Skip to content

Repository

Giannis Daras edited this page Aug 12, 2018 · 1 revision

Repository and Project Structure

Why it is not a fork of spaCy

This repository is not a fork of spaCy. It gets synced regularly with the upstream (spacy repo), but it is not a direct fork of this repo because:

  1. It's main intension is to collect all the resources/code/data related to Natural Language Processing of Greek language with spaCy.
  2. Being an independent repo allows you for more experimentation. In this repo you can include a lot more files, try a lot more new things and approaches. If you believe that you have finally produced something that is worthy of a pull request to spaCy you can fork the spaCy branch and include there only the required changes for spaCy from this repository. For example, both pull requests to spaCy for Greek language (see here and here), started here but were opened from a different (personal) branch.

Branches

The base branch in this repo is the dev branch. That's because this repository is exactly for that: development.

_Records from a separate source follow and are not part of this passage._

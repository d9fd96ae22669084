use super::PowerAngle;

/// The present power-angle curve and where the corridor stands on it: sources of the swing.
#[derive(Debug, Clone, Copy, PartialEq)]
pub struct Picture {
    /// P_e of the present network, MW.
    pub curve: PowerAngle,
    /// What the machines go on delivering, MW.
    pub p_m_mw: f64,
    /// Present angle, rad.
    pub angle_rad: f64,
}

/// One outage's curves and the angles of its swing.
#[derive(Debug, Clone, Copy, PartialEq)]
pub struct OutagePicture {
    /// P_e after the outage, MW.
    pub curve: PowerAngle,
    /// P_e while the fault is on.
    pub fault: Option<PowerAngle>,
    /// Angle when the fault is cleared (the present angle without one), rad.
    pub cleared_rad: f64,
    /// New equilibrium of the swing, rad.
    pub equilibrium_rad: Option<f64>,
    /// Tipping point, rad.
    pub tipping_rad: Option<f64>,
    /// Top of the first swing, rad; `None` when it is not survived.
    pub swing_peak_rad: Option<f64>,
}
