/// The corridor re-measured at another point of its stress: settled voltages held, internal angle opened.
struct Stressed<'a> {
    invented: &'a Invented,
    e: [f64; 2],
    load: [C64; 2],
}

impl<'a> Stressed<'a> {
    fn new(invented: &'a Invented, base: &Assessment) -> Self {
        let e = [0, 1].map(|side: usize| base.sources[side].e_kv.expect("known"));
        let load = [0, 1].map(|side| {
            let [mw, mvar] = invented.loads[side];
            C64::new(mw, -mvar) / (invented.kv[side] * invented.kv[side])
        });
        Self { invented, e, load }
    }

    /// Terminal voltages at an internal angle, by solving the network with its two sources.
    fn terminals(&self, angle_rad: f64) -> [C64; 2] {
        let config = Config::parse(&self.invented.config(false), "config.toml").expect("valid before");
        let corridor = &config.grid.corridors[0];
        let mut y = nalgebra::Matrix2::<C64>::zeros();
        for (circuit, inserted) in corridor.circuits.iter().zip(&Topology::complete(corridor).inserted) {
            let branch = Branch::of(circuit, inserted);
            y += nalgebra::Matrix2::new(branch.y11, branch.y12, branch.y12, branch.y22);
        }
        let source = [0, 1].map(|side: usize| {
            let [r, x, _] = self.invented.sources[side];
            C64::new(r, x).inv()
        });
        y[(0, 0)] += self.load[0] + source[0];
        y[(1, 1)] += self.load[1] + source[1];
        let injected = nalgebra::Vector2::new(
            C64::from_polar(self.e[0], angle_rad) * source[0],
            C64::new(self.e[1], 0.0) * source[1],
        );
        let solved = y.lu().solve(&injected).expect("a network with sources is regular");
        [solved[0], solved[1]]
    }

    fn assess(&self, transfer_mw: f64) -> Assessment {
        let at = |angle: f64| {
            let bus = self.terminals(angle);
            let loads = [0, 1].map(|side: usize| {
                let power = self.load[side].conj() * bus[side].norm_sqr();
                [power.re, power.im]
            });
            let angle_deg = (bus[0] * bus[1].conj()).arg().to_degrees();
            let kv = bus.map(C64::norm);
            Invented { kv, angle_deg, loads, ..self.invented.clone() }.assess()
        };
        let (mut low, mut high) = (0.0, 1.6);
        for _ in 0..40 {
            let middle = 0.5 * (low + high);
            let there = at(middle);
            let sign = if there.exporter.as_deref() == Some("Skarn") { 1.0 } else { -1.0 };
            if sign * there.transfer_mw.expect("a state") < transfer_mw { low = middle } else { high = middle }
        }
        at(low)
    }
}
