//! Better or worse, and the time left: the Theil–Sen slope of the headroom over the last minutes (Theil 1950; Sen,
//! Journal of the American Statistical Association 63, 1968, with its confidence interval by Kendall's variance).

use std::collections::VecDeque;

use chrono::{DateTime, TimeDelta, Utc};
use serde::{Deserialize, Serialize};

const SPAN: TimeDelta = TimeDelta::minutes(10);
const INTERVAL: TimeDelta = TimeDelta::seconds(10);
/// More than fit into the span.
const MOST_SAMPLES: usize = 64;
const FEWEST_SAMPLES: usize = 8;
/// A slope over less is not looked at.
const SHORTEST: TimeDelta = TimeDelta::seconds(110);
/// Standard normal quantile of the one-sided 99.5 % level at which a slope counts.
const SIGNIFICANCE: f64 = 2.576;
/// A slope over ten minutes says nothing about the day after.
const LONGEST_MINUTES: f64 = 720.0;

/// A headroom, MW, and when it was.
type Sample = (DateTime<Utc>, f64);

/// The headroom's course over the last ten minutes.
#[derive(Debug, Clone, Default, Serialize, Deserialize)]
#[serde(try_from = "Course")]
pub struct Trend {
    samples: VecDeque<Sample>,
    #[serde(skip)]
    slopes: Vec<f64>,
    #[serde(skip)]
    mw_per_minute: Option<f64>,
}

/// What of a trend is kept.
#[derive(Deserialize)]
struct Course {
    samples: VecDeque<Sample>,
}

impl TryFrom<Course> for Trend {
    type Error = &'static str;

    fn try_from(Course { samples }: Course) -> Result<Self, Self::Error> {
        let ascends = samples.iter().zip(samples.iter().skip(1)).all(|(earlier, later)| earlier.0 < later.0);
        if samples.len() > MOST_SAMPLES || !ascends {
            return Err("no course that a headroom can have taken");
        }
        let mut trend = Self { samples, ..Self::default() };
        trend.mw_per_minute = trend.slope();
        Ok(trend)
    }
}

impl Trend {
    /// Forgets: what comes is of another kind.
    pub fn clear(&mut self) {
        self.samples.clear();
        self.mw_per_minute = None;
    }

    /// Takes a headroom in, MW; more often than every ten seconds adds nothing.
    pub fn push(&mut self, time: DateTime<Utc>, headroom_mw: f64) {
        let too_soon = self.samples.back().is_some_and(|(last, _)| time - *last < INTERVAL);
        if too_soon || !headroom_mw.is_finite() {
            return;
        }
        self.samples.push_back((time, headroom_mw));
        while self.samples.front().is_some_and(|(first, _)| time - *first > SPAN) {
            self.samples.pop_front();
        }
        self.mw_per_minute = self.slope();
    }

    /// Slope of the headroom, MW per minute, where it is significant.
    pub fn mw_per_minute(&self) -> Option<f64> {
        self.mw_per_minute
    }

    /// Minutes until a headroom has fallen to a level at the present slope, if it falls significantly and within
    /// twelve hours.
    pub fn minutes_to(&self, level_mw: f64, headroom_mw: f64) -> Option<f64> {
        let falling = self.mw_per_minute.filter(|slope| *slope < 0.0)?;
        let minutes = (level_mw - headroom_mw) / falling;
        (minutes > 0.0 && minutes <= LONGEST_MINUTES).then_some(minutes)
    }

    fn slope(&mut self) -> Option<f64> {
        let count = self.samples.len();
        let [(first, _), (last, _)] = [self.samples.front()?, self.samples.back()?];
        if count < FEWEST_SAMPLES || *last - *first < SHORTEST {
            return None;
        }
        let samples = &*self.samples.make_contiguous();
        let pairs = || {
            samples
                .iter()
                .enumerate()
                .flat_map(|(index, earlier)| samples[index + 1..].iter().map(move |later| (earlier, later)))
        };
        let (rising, falling) = pairs().fold((0, 0), |(rising, falling), ((_, before), (_, after))| {
            (rising + usize::from(after > before), falling + usize::from(after < before))
        });
        let n = count as f64;
        let spread = SIGNIFICANCE * (n * (n - 1.0) * (2.0 * n + 5.0) / 18.0).sqrt();
        // Ranks of the interval's ends among the ordered slopes (Sen 1968, §5); whole numbers well within range.
        #[allow(clippy::cast_possible_truncation, clippy::cast_sign_loss)]
        let reach = (spread / 2.0).ceil() as usize;
        let all = count * (count - 1) / 2;
        let (low, high) = ((all / 2).saturating_sub(reach), (all / 2 + reach).min(all - 1));
        // The lower end is above zero when no more slopes than come before it are not; and the other way round.
        if all - rising > low && falling <= high {
            return None;
        }
        self.slopes.clear();
        self.slopes.extend(pairs().map(|((earlier, before), (later, after))| {
            (after - before) / ((*later - *earlier).as_seconds_f64() / 60.0)
        }));
        Some(*self.slopes.select_nth_unstable_by(all / 2, f64::total_cmp).1)
    }
}

#[cfg(test)]
mod tests {
    use super::*;

    fn trend(headroom_mw: impl Fn(f64) -> f64) -> Trend {
        let mut trend = Trend::default();
        for sample in 0..60 {
            let time = DateTime::UNIX_EPOCH + TimeDelta::seconds(10 * sample);
            trend.push(time, headroom_mw(10.0 * sample as f64 / 60.0));
        }
        trend
    }

    /// Noise of ±20 MW without order.
    fn noise(minutes: f64) -> f64 {
        (minutes * 6.0 * 2.399_963).sin() * 20.0
    }

    #[test]
    fn a_falling_headroom_tells_the_minutes_left() {
        let trend = trend(|minutes| 500.0 - 12.0 * minutes + noise(minutes));
        let minutes = trend.minutes_to(100.0, 382.0).expect("it falls");
        assert!((minutes - 282.0 / 12.0).abs() < 1.5, "{minutes}");
        assert_eq!(trend.minutes_to(400.0, 382.0), None, "already below");
    }

    #[test]
    fn noise_and_a_single_jump_are_no_trend() {
        assert_eq!(trend(noise).mw_per_minute(), None);
        assert_eq!(
            trend(|minutes| if (minutes - 5.0).abs() < 0.01 { -900.0 } else { noise(minutes) }).mw_per_minute(),
            None
        );
    }

    #[test]
    fn frames_once_a_minute_make_a_trend() {
        let mut trend = Trend::default();
        for minute in 0..12 {
            trend.push(DateTime::UNIX_EPOCH + TimeDelta::minutes(minute), 500.0 - 10.0 * minute as f64);
        }
        assert!(trend.minutes_to(0.0, 390.0).is_some_and(|minutes| (minutes - 39.0).abs() < 1e-9));
    }

    #[test]
    fn a_rising_headroom_never_runs_out() {
        let rising = trend(|minutes| 300.0 + 5.0 * minutes);
        assert!(rising.mw_per_minute().is_some_and(|slope| (slope - 5.0).abs() < 1e-9));
        assert_eq!(rising.minutes_to(0.0, 300.0), None);
    }
}
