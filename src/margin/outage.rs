//! One outage: what it leaves at any point of the stress, and the transfers up to which each criterion holds.

use std::f64::consts::TAU;

use super::{
    OutageLimits, OutagePicture, OutageRecord, PowerAngle,
    case::{Case, Network, OutageCase},
    equal_area::Well,
    face::{Face, Kernel},
    root,
    stress::{Settled, Stress, SwingPoint},
    swing::{Moment, Swing},
    view::View,
};
use crate::{
    grid::{BusIndex, Circuit, Corridor},
    network::C64,
};

/// Beyond this a critical clearing time is not looked for, s.
const LONGEST_FAULT_S: f64 = 2.0;
const ANGLE_TOLERANCE_RAD: f64 = 1e-8;

/// The network after an outage, with the settled sources and those of the swing.
pub(super) struct Outage<'a> {
    corridor: &'a Corridor,
    case: &'a OutageCase,
    after: &'a Case,
    exporter: BusIndex,
    stress: &'a Stress,
    settled: Settled,
    swing: Kernel,
    fault: Option<Kernel>,
}

/// The swing after an outage at one point of the stress.
struct FirstSwing {
    curve: PowerAngle,
    fault: Option<Swing>,
    start_rad: f64,
    cleared: Moment,
    well: Option<Well>,
    /// ½ M ω² + V(δ) when the fault is cleared, MW·rad.
    energy: f64,
}

fn short_time(circuit: &Circuit) -> Option<f64> {
    circuit.short_time_rating_a
}

impl<'a> Outage<'a> {
    /// `None` where the outage separates the corridor.
    pub fn new(corridor: &'a Corridor, exporter: BusIndex, case: &'a OutageCase, stress: &'a Stress) -> Option<Self> {
        let after = case.after.as_ref()?;
        let settled = Settled::new(after, &stress.sources, &stress.machine, stress.load);
        let z = stress.sources.swing_z();
        let swing = swing_face(&after.network, z).kernel(&stress.machine);
        let fault = case.fault.as_ref().map(|network| swing_face(network, z).kernel(&stress.machine));
        Some(Self { corridor, case, after, exporter, stress, settled, swing, fault })
    }

    fn view(&self) -> View<'_> {
        let Self { corridor, exporter, after, settled, stress, .. } = self;
        View { corridor, exporter: *exporter, case: after, settled, e_kv: stress.sources.e_kv }
    }

    fn first_swing(&self, point: &SwingPoint) -> FirstSwing {
        let &SwingPoint { e_kv, angle_rad, p_m_mw } = point;
        let curve = self.swing.curve(e_kv);
        let inertia = self.stress.machine.inertia;
        let fault = self.fault.filter(|_| inertia.is_finite()).map(|kernel| Swing {
            curve: kernel.curve(e_kv),
            p_m_mw,
            inertia,
        });
        let (cleared, kinetic) = match (&fault, &self.corridor.fault) {
            (Some(swing), Some(fault)) => {
                let cleared = swing.after(Moment::at_rest(angle_rad), fault.clear_ms / 1000.0);
                // What cannot be followed is not survived: past any tipping point.
                let cleared = cleared.unwrap_or_else(|| Moment::at_rest(angle_rad + 2.0 * TAU));
                (cleared, swing.kinetic(&cleared))
            }
            _ => (Moment::at_rest(angle_rad), 0.0),
        };
        let well = Well::new(curve, p_m_mw);
        let energy = kinetic + well.as_ref().map_or(0.0, |well| well.potential(cleared.angle_rad)).max(0.0);
        FirstSwing { curve, fault, start_rad: angle_rad, cleared, well, energy }
    }

    /// Everything about the outage at the present internal angle.
    pub fn record(&self, angle_rad: f64, point: &SwingPoint, limit_mw: OutageLimits) -> OutageRecord {
        let equilibrium = self.settled.curve.rising_rad(self.stress.p_m_mw(angle_rad));
        let view = self.view();
        let loaded = equilibrium.and_then(|angle| view.loading(angle, short_time));
        let swing = self.first_swing(point);
        let swing_peak_rad = swing.peak_rad();
        OutageRecord {
            name: self.case.name.clone(),
            separates: false,
            peak_mw: Some(self.settled.peak_mw()),
            angle_deg: equilibrium.map(f64::to_degrees),
            angle_margin_deg: equilibrium.map(|angle| (self.settled.curve.peak_rad() - angle).to_degrees()),
            swing_peak_deg: swing_peak_rad.map(f64::to_degrees),
            area_margin: Some(swing.area_margin()),
            critical_ms: swing.critical_s().map(|time_s| 1000.0 * time_s),
            loading_pct: loaded.as_ref().map(|loaded| loaded.pct),
            loaded_circuit: loaded.map(|loaded| loaded.circuit),
            kv: equilibrium.map(|angle| view.kv(angle)),
            limit_mw,
            picture: Some(OutagePicture {
                curve: swing.curve,
                fault: swing.fault.map(|fault| fault.curve),
                cleared_rad: swing.cleared.angle_rad,
                equilibrium_rad: swing.well.map(|well| well.equilibrium_rad),
                tipping_rad: swing.well.map(|well| well.tipping_rad),
                swing_peak_rad,
            }),
        }
    }

    /// The transfers at which each criterion first stops holding; `now_rad` is the present internal angle.
    pub fn limits(&self, now_rad: f64) -> OutageLimits {
        OutageLimits {
            angle: self.angle_limit(),
            area: self.area_limit_rad(now_rad).map(|angle| self.stress.transfer_at(angle)),
            loading: self.loading_limit(),
            voltage: self.voltage_limit(),
            separation: None,
        }
    }

    /// P_m up to which there is an equilibrium with the required angle margin.
    pub fn angle_limit(&self) -> Option<f64> {
        let margin = self.corridor.require.angle_margin_deg.to_radians();
        self.stress.transfer_for(self.settled.curve.mean_mw + self.settled.curve.amplitude_mw * margin.cos())
    }

    pub fn loading_limit(&self) -> Option<f64> {
        self.first_beyond(|start_rad| self.view().overload_rad(start_rad, short_time))
    }

    pub fn voltage_limit(&self) -> Option<f64> {
        self.first_beyond(|start_rad| self.view().sag_rad(start_rad))
    }

    /// The transfer whose new equilibrium is the first angle that `crossing` finds from a start on, or that has none.
    fn first_beyond(&self, crossing: impl Fn(f64) -> Option<f64>) -> Option<f64> {
        let Settled { curve, .. } = self.settled;
        let start = curve.rising_rad(self.stress.p_m_mw(self.stress.start_rad));
        let crossing = crossing(start.unwrap_or(curve.peak_rad()))?;
        if start.is_none() {
            return Some(self.stress.transfer_at(self.stress.start_rad));
        }
        self.stress.transfer_for(curve.at(crossing.min(curve.peak_rad())))
    }

    /// The internal angle at which the area margin falls below the required one. On the way up the margin rises to 1,
    /// where the fault neither speeds up nor brakes, and falls from there: where it holds at the start it fails once.
    /// `near_rad` is any angle on the way; the nearer the limit, the less work.
    pub fn area_limit_rad(&self, near_rad: f64) -> Option<f64> {
        let &Stress { start_rad, end_rad, .. } = self.stress;
        let [start, near] =
            [start_rad, near_rad.clamp(start_rad, end_rad)].map(|angle| (angle, self.area_excess(angle)));
        if start.1 < 0.0 {
            return Some(start_rad);
        }
        let bracket = if near.1 < 0.0 { (start, near) } else { (near, (end_rad, self.area_excess(end_rad))) };
        (bracket.1.1 < 0.0)
            .then(|| root::bracketed(bracket.0, bracket.1, ANGLE_TOLERANCE_RAD, |angle| self.area_excess(angle)))
    }

    /// Positive while the area margin is above the required one: of smooth, almost straight course.
    pub fn area_excess(&self, angle_rad: f64) -> f64 {
        let swing = self.first_swing(&self.stress.swing_at(angle_rad));
        let required = self.corridor.require.area_margin;
        match &swing.well {
            None => -swing.curve.amplitude_mw.sqrt(),
            Some(well) if swing.cleared.angle_rad > well.tipping_rad => -swing.energy.max(well.critical).sqrt(),
            Some(well) => ((1.0 - required) * well.critical).sqrt() - swing.energy.sqrt(),
        }
    }
}

impl FirstSwing {
    fn area_margin(&self) -> f64 {
        self.well.as_ref().map_or(-1.0, |well| well.area_margin(self.cleared.angle_rad, self.energy))
    }

    fn peak_rad(&self) -> Option<f64> {
        let well = self.well.as_ref()?;
        well.swing_peak_rad(self.energy).filter(|_| self.cleared.angle_rad <= well.tipping_rad)
    }

    /// The first time along the fault-on swing at which ½ M ω² + V(δ) reaches V_crit.
    fn critical_s(&self) -> Option<f64> {
        let fault = self.fault.as_ref()?;
        let Some(well) = &self.well else { return Some(0.0) };
        if self.start_rad > well.tipping_rad || well.potential(self.start_rad) >= well.critical {
            return Some(0.0);
        }
        let spent = well.spent_rad(&fault.curve, self.start_rad)?;
        fault.time_between(self.start_rad, spent, LONGEST_FAULT_S)
    }
}

fn swing_face(network: &Network, z: [C64; 2]) -> Face {
    match network.shorted {
        Some(terminal) => Face::shorted(&network.reduced.y, z, terminal),
        None => Face::new(&network.reduced.y, z),
    }
}
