impl Engine {
    /// For a corridor of a grid of this frequency, Hz.
    pub fn new(frequency_hz: f64) -> Self {
        Self { frequency_hz, sets: Vec::new(), scratch: Admittance::new(2) }
    }

    /// Judges a state in which closed circuits join the terminals.
    pub fn judge(&mut self, corridor: &Corridor, now: &Operating) -> Judgement {
        let (circuits, sent_mw) = self.flows(corridor, now);
        let exporter = if sent_mw[TO] > sent_mw[FROM] { TO } else { FROM };
        let importer = 1 - exporter;
        let loads: Vec<_> = (0..corridor.buses.len()).map(|bus| now.load[seat(exporter, bus)]).collect();
        let machine = Machine::new([exporter, importer].map(|side| now.stored_energy_mws[side]), self.frequency_hz);
        let index = self.prepare(corridor, now.topology, exporter, &loads);
        let set = &self.sets[index].1;

        let z = [exporter, importer].map(|side| now.z_ohm[side]);
        let terminals = [exporter, importer].map(|bus| now.voltage[bus]);
        let scene = Scene { corridor, set, machine, loads: &loads, terminals };
        let (stress, e) = scene.stress(z);
        let angle = (e[0] * e[1].conj()).arg();
        let transfer_mw = stress.transfer_at(angle);
        let point = stress.swing_at(angle);

        let mut outages = Vec::with_capacity(set.outages.len());
        for case in &set.outages {
            outages.push(match Outage::new(corridor, exporter, case, &stress) {
                Some(outage) => outage.record(angle, &point, outage.limits(angle)),
                None => separated(case.name.clone(), corridor),
            });
        }
        let intact = scene.intact(&stress, angle);
        let tightest = tightest(outages.iter().map(|outage| outage.limit_mw), &intact.limit_mw, &stress);
        let variance = scene.variance(&stress, angle, &tightest, now.covariance);
        let reclose = reclose::judge(corridor, now.topology, &scene.view(&stress), &stress, angle, now.voltage);
        let judgement = Judgement {
            exporter,
            transfer_mw,
            bus_angle_rad: (terminals[0] * terminals[1].conj()).arg(),
            internal_angle_rad: angle,
            e_kv: [e[exporter], e[importer]],
            intact,
            headroom_mw: tightest.limit_mw - transfer_mw,
            headroom_sd_mw: variance.max(0.0).sqrt(),
            binding: Binding {
                outage: tightest.outage.map(|index| outages[index].name.clone()),
                criterion: tightest.criterion,
            },
            outages,
            actions: Vec::new(),
            reclose,
            picture: Picture { curve: stress.swing_curve(&point), p_m_mw: point.p_m_mw, angle_rad: point.angle_rad },
            circuits,
        };
        let actions = self.actions(corridor, now.topology, exporter, &loads, &stress, stress.p_m_mw(angle));
        Judgement { actions, ..judgement }
    }

    /// What each circuit carries, and the MW that each terminal sends into them.
    fn flows(&mut self, corridor: &Corridor, now: &Operating) -> (Vec<CircuitFlow>, [f64; 2]) {
        let index = self.find(corridor, now.topology, FROM);
        let mut sent_mw = [0.0; 2];
        let mut flows = vec![CircuitFlow::default(); corridor.circuits.len()];
        for on in &self.sets[index].1.present.circuits {
            let [first, second] = on.seats.map(|bus| now.voltage[bus]);
            let current = [End::From, End::To].map(|end| on.branch.current(end, first, second));
            let mw = [(first * current[0].conj()).re, (second * current[1].conj()).re];
            for (bus, mw) in on.seats.into_iter().zip(mw).filter(|(bus, _)| *bus <= TO) {
                sent_mw[bus] += mw;
            }
            let amperes = AMPERES * current[0].norm().max(current[1].norm());
            flows[on.circuit] = CircuitFlow { from_mw: mw[0], amperes };
        }
        (flows, sent_mw)
    }

    fn find(&mut self, corridor: &Corridor, topology: &Topology, exporter: BusIndex) -> usize {
        let known = self.sets.iter().position(|(known, set)| set.exporter == exporter && known == topology);
        known.unwrap_or_else(|| {
            if self.sets.len() == SETS_KEPT {
                self.sets.remove(0);
            }
            self.sets.push((topology.clone(), CaseSet::new(corridor, topology, exporter)));
            self.sets.len() - 1
        })
    }

    /// The networks of a topology with the present loads in.
    fn prepare(&mut self, corridor: &Corridor, topology: &Topology, exporter: BusIndex, loads: &[C64]) -> usize {
        let index = self.find(corridor, topology, exporter);
        let set = &mut self.sets[index].1;
        set.present.network.set_loads(loads, &mut self.scratch);
        for outage in &mut set.outages {
            if let Some(after) = &mut outage.after {
                after.network.set_loads(loads, &mut self.scratch);
            }
            if let Some(fault) = &mut outage.fault {
                fault.set_loads(loads, &mut self.scratch);
            }
        }
        index
    }

    /// The headroom after inserting each bypassed bank of a circuit in service and closing each open circuit: the
    /// machines deliver what they did, the angle settles anew.
    fn actions(
        &mut self,
        corridor: &Corridor,
        topology: &Topology,
        exporter: BusIndex,
        loads: &[C64],
        stress: &Stress,
        p_m_mw: f64,
    ) -> Vec<Action> {
        let insert = corridor.banks().filter(|(BankIndex { circuit, bank }, _)| {
            topology.closed[*circuit] && !topology.inserted[*circuit][*bank]
        });
        let insert = insert.map(|(BankIndex { circuit, bank }, b)| {
            let mut after = topology.clone();
            after.inserted[circuit][bank] = true;
            (format!("insert {}", b.name), after)
        });
        let close = (0..corridor.circuits.len()).filter(|circuit| !topology.closed[*circuit]).map(|circuit| {
            let mut after = topology.clone();
            after.closed[circuit] = true;
            (format!("close {}", corridor.circuits[circuit].name), after)
        });
        let mut actions = Vec::new();
        for (action, after) in insert.chain(close) {
            let index = self.prepare(corridor, &after, exporter, loads);
            let set = &self.sets[index].1;
            let stress = Stress::new(&set.present, stress.sources, stress.machine, loads[0]);
            let headroom_mw = stress.settled.curve.rising_rad(p_m_mw).map(|angle| {
                let scene = Scene { corridor, set, machine: stress.machine, loads, terminals: [C64::default(); 2] };
                scene.tightest(&stress, angle).limit_mw - stress.transfer_at(angle)
            });
            actions.push(Action { action, headroom_mw });
        }
        actions
    }
}
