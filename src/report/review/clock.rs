use chrono::{DateTime, Offset, Utc};
use chrono_tz::Tz;

/// Writes times in a zone, as long as they have to be to be told apart.
#[derive(Debug, Clone, Copy)]
pub(super) struct Clock {
    pub zone: Tz,
    format: &'static str,
}

const FULL: &str = "%-d %b %Y %H:%M:%S %Z";

impl Clock {
    /// For times of a span.
    pub fn new(zone: Tz, span: Option<(DateTime<Utc>, DateTime<Utc>)>) -> Self {
        let format = span.map_or(FULL, |(first, last)| {
            let [first, last] = [first, last].map(|time| time.with_timezone(&zone));
            match first.date_naive() == last.date_naive() {
                true if first.offset().fix() == last.offset().fix() => "%H:%M:%S",
                true => "%H:%M:%S %Z",
                false => "%Y-%m-%d %H:%M:%S %Z",
            }
        });
        Self { zone, format }
    }

    /// A time among the others.
    pub fn when(&self, time: DateTime<Utc>) -> String {
        time.with_timezone(&self.zone).format(self.format).to_string()
    }

    /// A time on its own.
    pub fn full(&self, time: DateTime<Utc>) -> String {
        time.with_timezone(&self.zone).format(FULL).to_string()
    }
}

#[cfg(test)]
mod tests {
    use super::*;

    #[test]
    fn a_time_says_what_tells_it_apart() {
        let time = |text: &str| text.parse::<DateTime<Utc>>().unwrap();
        let when = |first, last, at| Clock::new(Tz::Europe__Oslo, Some((time(first), time(last)))).when(time(at));
        let at = "2031-10-26T00:30:00Z";
        assert_eq!(when("2031-10-25T22:00:00Z", "2031-10-26T00:40:00Z", at), "02:30:00");
        assert_eq!(when("2031-10-25T22:00:00Z", "2031-10-26T22:00:00Z", at), "02:30:00 CEST");
        assert_eq!(when("2031-10-26T00:00:00Z", "2031-10-27T00:00:00Z", at), "2031-10-26 02:30:00 CEST");
    }
}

In the dev branch you will find the following (regarding the Greek language):

  1. Everything included to spaCy latest release for Greek language or an update of it.
  2. A res folder in which you will find resources related to the Natural Language Processing of Greek language. Important note: Here you will find the modules folder which contains all the independent modules that were developed as deliverables of the Google Summer of Code Project.
  3. A training folder in which you will find all the code/data resources needed for the reproduction and the improvement of the models.
  4. A lot more files and scripts that were developed during the Google Summer of Code in order to succeed the addition of Greek language to spaCy and may help you understand better the code or add/improve a language.